----- Data extracts

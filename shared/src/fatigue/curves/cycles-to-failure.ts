import type { Curve, CurveSegment } from './curve.js';

/**
 * Cycles to failure at a constant range: N = 10^log10a * range^-m in the first segment (from high to low) whose
 * `above` is not greater than the range.
 *
 * @param curve any curve
 * @param range full range in the curve's measure
 * @returns cycles; Infinity for a range of zero or below the lowest segment, 0 for an infinite range
 * @throws RangeError for a negative range or NaN
 * @example cyclesToFailure({ segments: [{ above: 0, m: 3, log10a: 12 }] }, 100) // 1e6
 */
export function cyclesToFailure(curve: Curve, range: number): number {
  if (!(range >= 0)) throw new RangeError(`A range must be zero or more, not ${range}.`);
  if (range === 0) return Infinity;
  for (const segment of curve.segments) {
    if (segment.above <= range) return cyclesOnSegment(segment, range);
  }
  return Infinity;
}

function cyclesOnSegment(segment: CurveSegment, range: number): number {
  const cycles = 10 ** segment.log10a * range ** -segment.m;
  // The product form is the accurate one; the sum of logarithms only rescues factors beyond the reach of a double.
  return cycles > 0 && cycles < Infinity ? cycles : 10 ** (segment.log10a - segment.m * Math.log10(range));
}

----------

Problem: Within the data above, how many lines include the string "from"? Answer with the number by itself.

Solution for this problem: 2